Since the Great Recession, localities across New York have also suffered severe fiscal crises. A report by the New York Division of Budget found that one-third of assessed localities were in fiscal distress. In response, cities have reduced spending for public safety; counties have reduced spending for health, cultural and recreational programs; towns have reduced spending for garbage collection; and villages have reduced spending for transportation. New York’s $7 billion in economic development spending should help localities to address the fiscal crunch by creating good jobs and increasing the tax revenue base. Instead, it has often served to exacerbate the revenue crisis. In several counties throughout New York State, local property tax exemptions offered through Industrial Development Agencies (IDAs) removed 6% to15% of taxable property from the tax rolls. In Greene County, 25% of taxable property is exempt from local taxes due to its IDA.
New York cannot afford to squander public resources; instead, it should marshal economic development resources to address our most pressing economic and environmental challenges head on. In the last few decades, economic development programs have proliferated, but performance evaluations have not. While some individual programs have made important strides toward greater accountability and transparency, New York’s approach towards economic development remains scattershot, and there are still no universal performance measurements with which to evaluate the success or failure of our $7 billion annual investment.

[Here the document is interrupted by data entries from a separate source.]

import { describe, expect, it } from 'vitest';
import { AlarmBook } from './alarm-book.js';
import { DEMO_ALARM_LIMITS } from './demo-alarm-limits.js';
import { AlarmRequestError } from './alarm-request-error.js';
import type { ChannelValues } from './channels.js';

const T0 = Date.UTC(2026, 2, 12, 9, 0, 0);
const OPERATOR = 'operator@tiltwatch.example';

/** A book of the demo limits driven by a fake clock. */
function demoBook() {
  const clock = { now: T0 };
  const book = new AlarmBook(DEMO_ALARM_LIMITS, { clock: () => clock.now });
  const at = (ms: number, values: ChannelValues, rampProgrammed = false) => {
    clock.now = T0 + ms;
    return book.evaluate(values, clock.now, { rampProgrammed });
  };
  return { book, clock, at };
}

const calm: ChannelValues = { 'flow.x': 3.2, 'temperature.x': 38, 'current.x': 8 };

function requestError(fn: () => unknown): AlarmRequestError {
  try {
    fn();
  } catch (err) {
    if (err instanceof AlarmRequestError) return err;
    throw err;
  }
  throw new Error('expected the request to be refused');
}

describe('AlarmBook', () => {
  it('changes its revision on transitions and operator actions, not on new values alone', () => {
    const { book, at } = demoBook();
    at(0, calm);
    const quiet = book.revision();
    at(100, { ...calm, 'current.x': 8.5 });
    expect(book.revision()).toBe(quiet);
    at(300, { ...calm, 'current.x': 18.5 });
    at(500, { ...calm, 'current.x': 18.6 });
    const raised = book.revision();
    expect(raised).not.toBe(quiet);
    at(600, { ...calm, 'current.x': 18.7 });
    expect(book.revision()).toBe(raised);
    book.acknowledge('current.x.H', OPERATOR);
    expect(book.revision()).not.toBe(raised);
  });

  it('evaluates each alarm against the value of its own channel', () => {
    const { at } = demoBook();
    at(0, calm);
    at(300, { ...calm, 'current.x': 18.5 });
    const events = at(500, { ...calm, 'current.x': 18.5 });
    expect(events.map((e) => e.alarmId)).toEqual(['current.x.H']);
  });

  it('lists active alarms with id, channel, priority, state, raise time, value and limit', () => {
    const { book, at } = demoBook();
    at(0, { ...calm, 'current.x': 19 });
    at(200, { ...calm, 'current.x': 19 });
    expect(book.active()).toEqual([
      {
        id: 'current.x.H',
        channel: 'current.x',
        priority: 'medium',
        state: 'unacknowledged',
        raisedAt: T0 + 200,
        conditionSince: T0,
        value: 19,
        valueAtRaise: 19,
        limit: 18,
        firstOut: false,
      },
    ]);
  });

  it('lists high-priority alarms before lower ones', () => {
    const { book, at } = demoBook();
    at(0, { 'current.y': 19 });
    at(200, { 'current.y': 19, stale: 800 });
    expect(book.active().map((a) => a.id)).toEqual(['stale.H', 'current.y.H']);
  });

  it('leaves shelved alarms out of the active list but keeps them in the full list', () => {
    const { book, clock, at } = demoBook();
    at(0, { stale: 900 });
    book.shelve('stale.H', OPERATOR, 15, 'controller firmware update');
    expect(book.active()).toEqual([]);
    expect(book.list().find((a) => a.id === 'stale.H')).toMatchObject({
      state: 'shelved',
      shelf: { by: OPERATOR, reason: 'controller firmware update', since: clock.now, until: clock.now + 15 * 60_000 },
    });
  });

  it('acknowledges through the injected clock', () => {
    const { book, clock, at } = demoBook();
    at(0, { stale: 900 });
    clock.now = T0 + 4000;
    expect(book.acknowledge('stale.H', OPERATOR)).toMatchObject({ at: T0 + 4000, to: 'acknowledged', actor: OPERATOR });
  });

  it('refuses an unknown alarm id with not-found', () => {
    const { book } = demoBook();
    const err = requestError(() => book.acknowledge('nope', OPERATOR));
    expect(err.code).toBe('not-found');
    expect(err.message).toContain('"nope"');
  });

  it('refuses shelving without a reason and says a reason is required', () => {
    const { book } = demoBook();
    for (const reason of [undefined, '', '   ', 42]) {
      const err = requestError(() => book.shelve('stale.H', OPERATOR, 10, reason));
      expect(err.code).toBe('invalid');
      expect(err.message).toMatch(/Reason: is required/);
    }
  });

  it('refuses shelving times outside 0 < minutes ≤ 8 h and names the range', () => {
    const { book } = demoBook();
    for (const minutes of [0, -5, 481, Number.NaN, '10', undefined]) {
      const err = requestError(() => book.shelve('stale.H', OPERATOR, minutes, 'noisy'));
      expect(err.code).toBe('invalid');
      expect(err.message).toMatch(/at most 480/);
    }
    expect(book.shelve('stale.H', OPERATOR, 480, 'whole shift of maintenance')).toMatchObject({ to: 'shelved' });
  });

  it('requires a reason to take an alarm out of service and to reset a latched alarm', () => {
    const { book } = demoBook();
    expect(requestError(() => book.setOutOfService('flow.x.LL', 'lead', '', true)).code).toBe('invalid');
    expect(requestError(() => book.resetLatched('flow.x.LL', 'lead', undefined)).code).toBe('invalid');
  });

  it('suppresses the current-deviation alarms while a ramp is programmed', () => {
    const { book, at } = demoBook();
    at(0, { 'currentDeviation.x': 2 }, true);
    at(400, { 'currentDeviation.x': 2 }, true);
    expect(book.active()).toEqual([]);
    expect(book.list().find((a) => a.id === 'currentDeviation.x.H')?.state).toBe('suppressed');
    at(500, { 'currentDeviation.x': 2 }, false);
    expect(book.active().map((a) => a.id)).toEqual(['currentDeviation.x.H']);
  });

  it('applies a changed limit on the next evaluation, keeps the state and returns the old limit', () => {
    const { book, at } = demoBook();
    const old = DEMO_ALARM_LIMITS.find((l) => l.id === 'current.x.H')!;
    expect(book.updateLimit({ ...old, limit: 15 })).toEqual(old);
    at(0, { 'current.x': 16 });
    at(200, { 'current.x': 16 });
    expect(book.active()).toMatchObject([{ id: 'current.x.H', limit: 15 }]);
  });

  it('refuses a limit change that puts H above HH on the same channel', () => {
    const { book } = demoBook();
    const h = DEMO_ALARM_LIMITS.find((l) => l.id === 'temperature.x.H')!;
    const err = requestError(() => book.updateLimit({ ...h, limit: 61 }));
    expect(err.code).toBe('invalid');
    expect(err.message).toMatch(/the high alarm \(H\) at 61 °C must lie below the high-high alarm \(HH\) at 60 °C/);
  });

  it('refuses a limit change that moves an alarm to another channel', () => {
    const { book } = demoBook();
    const h = DEMO_ALARM_LIMITS.find((l) => l.id === 'temperature.x.H')!;
    expect(requestError(() => book.updateLimit({ ...h, channel: 'temperature.y' })).message).toMatch(/needs a new id/);
  });
});

describe('AlarmBook: first-out grouping of a cooling loss', () => {
  /** Flow of pair x collapses at 1 s; the coil then heats up through H and HH. */
  function coolingLoss() {
    const demo = demoBook();
    const { at } = demo;
    const raised: { id: string; firstOutOf?: string }[] = [];
    const step = (ms: number, flow: number, temperature: number) => {
      for (const e of at(ms, { 'flow.x': flow, 'temperature.x': temperature })) {
        if (e.kind === 'raise') raised.push({ id: e.alarmId, ...(e.firstOutOf ? { firstOutOf: e.firstOutOf } : {}) });
      }
    };
    step(0, 3.2, 38);
    step(1000, 0.9, 40);
    step(1500, 0.9, 44);
    step(2000, 0.9, 49);
    step(3000, 0.9, 56);
    step(4000, 0.9, 58);
    step(5000, 0.9, 61);
    step(6000, 0.9, 63);
    return { ...demo, raised };
  }

  it('marks the first raise as first out and groups the cascade under it', () => {
    const { raised } = coolingLoss();
    expect(raised).toEqual([
      { id: 'flow.x.LL' },
      { id: 'flow.x.L', firstOutOf: 'flow.x.LL' },
      { id: 'temperature.x.H', firstOutOf: 'flow.x.LL' },
      { id: 'temperature.x.HH', firstOutOf: 'flow.x.LL' },
    ]);
  });

  it('shows the grouping in the active list', () => {
    const { book } = coolingLoss();
    const active = book.active();
    expect(active.find((a) => a.id === 'flow.x.LL')).toMatchObject({ firstOut: true });
    expect(active.find((a) => a.id === 'flow.x.LL')?.firstOutOf).toBeUndefined();
    expect(active.filter((a) => a.firstOutOf === 'flow.x.LL').map((a) => a.id).sort()).toEqual(['flow.x.L', 'temperature.x.H', 'temperature.x.HH']);
  });

  it('starts a new group for a raise after the first-out window', () => {
    const { at } = coolingLoss();
    const later = at(20_000, { 'flow.x': 0.9, 'temperature.x': 63, 'current.y': 19 });
    at(20_200, { 'flow.x': 0.9, 'temperature.x': 63, 'current.y': 19 }).forEach((e) => later.push(e));
    const raise = later.find((e) => e.alarmId === 'current.y.H');
    expect(raise?.kind).toBe('raise');
    expect(raise?.firstOutOf).toBeUndefined();
  });
});

describe('AlarmBook: first-out by the time the condition began', () => {
  it('puts the alarm whose condition began first at the head, although its longer on-delay annunciates it last', () => {
    const { book, at } = demoBook();
    // Flow of pair x sinks below its L level (1.0 s on-delay) at t = 0; at t = 0.1 s the current
    // of pair x leaves its setpoint (0.3 s on-delay), so the deviation is annunciated first.
    at(0, { 'flow.x': 1.4, 'currentDeviation.x': 0 });
    at(100, { 'flow.x': 1.4, 'currentDeviation.x': 0.8 });
    const early = at(400, { 'flow.x': 1.4, 'currentDeviation.x': 0.8 });
    expect(early).toMatchObject([{ alarmId: 'currentDeviation.x.H', kind: 'raise', conditionSince: T0 + 100 }]);
    const late = at(1000, { 'flow.x': 1.4, 'currentDeviation.x': 0.8 });
    expect(late).toMatchObject([{ alarmId: 'flow.x.L', kind: 'raise', conditionSince: T0 }]);
    expect(late[0].firstOutOf).toBeUndefined();

    const active = book.active();
    expect(active.find((a) => a.id === 'flow.x.L')).toMatchObject({ firstOut: true, conditionSince: T0 });
    expect(active.find((a) => a.id === 'currentDeviation.x.H')).toMatchObject({ firstOut: false, firstOutOf: 'flow.x.L' });
    // Same priority: listed by the time the condition began, not by annunciation.
    expect(active.map((a) => a.id)).toEqual(['flow.x.L', 'currentDeviation.x.H']);
  });

  it('moves alarms already grouped under the former head to the new head', () => {
    const { book, at } = demoBook();
    at(0, { 'flow.x': 1.4, 'currentDeviation.x': 0, 'currentDeviation.y': 0 });
    at(100, { 'flow.x': 1.4, 'currentDeviation.x': 0.8, 'currentDeviation.y': 0 });
    at(200, { 'flow.x': 1.4, 'currentDeviation.x': 0.8, 'currentDeviation.y': 0.8 });
    at(400, { 'flow.x': 1.4, 'currentDeviation.x': 0.8, 'currentDeviation.y': 0.8 });
    at(500, { 'flow.x': 1.4, 'currentDeviation.x': 0.8, 'currentDeviation.y': 0.8 });
    expect(book.active().find((a) => a.id === 'currentDeviation.y.H')?.firstOutOf).toBe('currentDeviation.x.H');
    at(1000, { 'flow.x': 1.4, 'currentDeviation.x': 0.8, 'currentDeviation.y': 0.8 });
    const grouped = book.active().filter((a) => a.firstOutOf === 'flow.x.L').map((a) => a.id);
    expect(grouped.sort()).toEqual(['currentDeviation.x.H', 'currentDeviation.y.H']);
  });
});

describe('AlarmBook: actions stored before they take effect', () => {
  it('leaves the alarm as it was until the prepared action is committed, and unchanged when it is cancelled', () => {
    const { book, at } = demoBook();
    at(0, { stale: 900 });
    const prepared = book.prepare('stale.H', OPERATOR, { kind: 'acknowledge' });
    expect(prepared?.event).toMatchObject({ kind: 'acknowledge', to: 'acknowledged', actor: OPERATOR });
    expect(prepared?.memory.process).toBe('acknowledged');
    expect(book.active()[0].state).toBe('unacknowledged');
    expect(requestError(() => book.prepare('stale.H', OPERATOR, { kind: 'acknowledge' })).code).toBe('conflict');
    prepared!.cancel();
    expect(book.active()[0].state).toBe('unacknowledged');
    book.prepare('stale.H', OPERATOR, { kind: 'acknowledge' })!.commit();
    expect(book.active()[0].state).toBe('acknowledged');
  });

  it('keeps taking the present value while an action is being stored, and evaluates again afterwards', () => {
    const { book, at } = demoBook();
    at(0, { stale: 900 });
    const prepared = book.prepare('stale.H', OPERATOR, { kind: 'acknowledge' })!;
    expect(at(100, { stale: 0 })).toEqual([]);
    expect(book.active()[0]).toMatchObject({ value: 0, valueAtRaise: 900 });
    prepared.commit();
    at(200, { stale: 0 });
    expect(at(1300, { stale: 0 })).toMatchObject([{ alarmId: 'stale.H', kind: 'clear', from: 'acknowledged', to: 'normal' }]);
  });

  it('restores remembered states into a new book (a restart)', () => {
    const { book, at } = demoBook();
    at(0, { stale: 900, 'current.y': 19 });
    at(200, { stale: 900, 'current.y': 19 });
    book.acknowledge('stale.H', OPERATOR);
    book.shelve('current.y.H', OPERATOR, 30, 'supply under repair');
    book.setOutOfService('flow.z.L', OPERATOR, 'flow meter replaced', true);
    const revived = new AlarmBook(DEMO_ALARM_LIMITS, { clock: () => T0 + 300 });
    revived.restore(structuredClone(book.memories()));
    const states = Object.fromEntries(revived.list().map((a) => [a.id, a.state]));
    expect(states).toMatchObject({ 'stale.H': 'acknowledged', 'current.y.H': 'shelved', 'flow.z.L': 'out-of-service' });
    expect(revived.list().find((a) => a.id === 'current.y.H')?.shelf).toMatchObject({ by: OPERATOR, reason: 'supply under repair' });
  });
});

describe('AlarmBook: a finished group is not reopened', () => {
  it('files a new fault under its own first-out once every condition of the earlier group has cleared', () => {
    const { book, at } = demoBook();
    // A ramp raises the deviation alarms for a moment; they clear (off-delay 1 s) before the flow falls.
    at(0, { 'currentDeviation.x': 0.8, 'flow.x': 3.2 });
    at(300, { 'currentDeviation.x': 0.8, 'flow.x': 3.2 });
    at(400, { 'currentDeviation.x': 0, 'flow.x': 3.2 });
    at(1400, { 'currentDeviation.x': 0, 'flow.x': 3.2 });
    at(2000, { 'currentDeviation.x': 0, 'flow.x': 1.4 });
    const raise = at(3000, { 'currentDeviation.x': 0, 'flow.x': 1.4 });
    expect(raise).toMatchObject([{ alarmId: 'flow.x.L', kind: 'raise' }]);
    expect(raise[0].firstOutOf).toBeUndefined();
    expect(book.active().find((a) => a.id === 'flow.x.L')).not.toHaveProperty('firstOutOf');
  });
});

Instead, reforms have been piecemeal. For example, recent reforms aimed at IDAs have improved reporting in some localities, such as New York City’s Local Law 62 (2010), but have failed to prioritize performance. For example, there is no obligation that IDAs establish job retention or job creation goals for subsidy recipients. Of the 4,486 current IDA projects, 1,161 of them do not promise to create a single job. For the projects that do aim to create jobs, we found that 56% of these IDA projects failed to meet their job creation targets in 2011. For the rest of the economic development programs in New York State, we cannot analyze job creation data because comprehensive data is simply not available.
While we now have limited data allowing us to track the successes and failures of IDA projects, IDAs are only one small piece of the economic development puzzle. IDAs’ net tax exemptions make up only 7% of the $7 billion system, and therefore are only a small part of the problem. New York could leverage this $7 billion to improve the quality of life for all New Yorkers, but such an endeavor cannot be undertaken without a full accounting of these expenditures.
New Yorkers need a concrete way to monitor the success of economic development spending to ensure the system is creating good jobs, increasing opportunity, and fostering a clean, prosperous economy. To ensure we get our money’s worth from economic development, New York should:
- Prioritize Performance. Economic development programs should prioritize a set of performance metrics that can be used to evaluate and monitor the success of spending in relation to key goals, including local job creation and carbon emissions benchmarks.
- Increase Accountability. New Yorkers need increased accountability to ensure that subsidy recipients deliver on their promises and actually create jobs and community benefits.
- Show Us the Jobs. Communities must be able to easily monitor and assess the performance of their investments.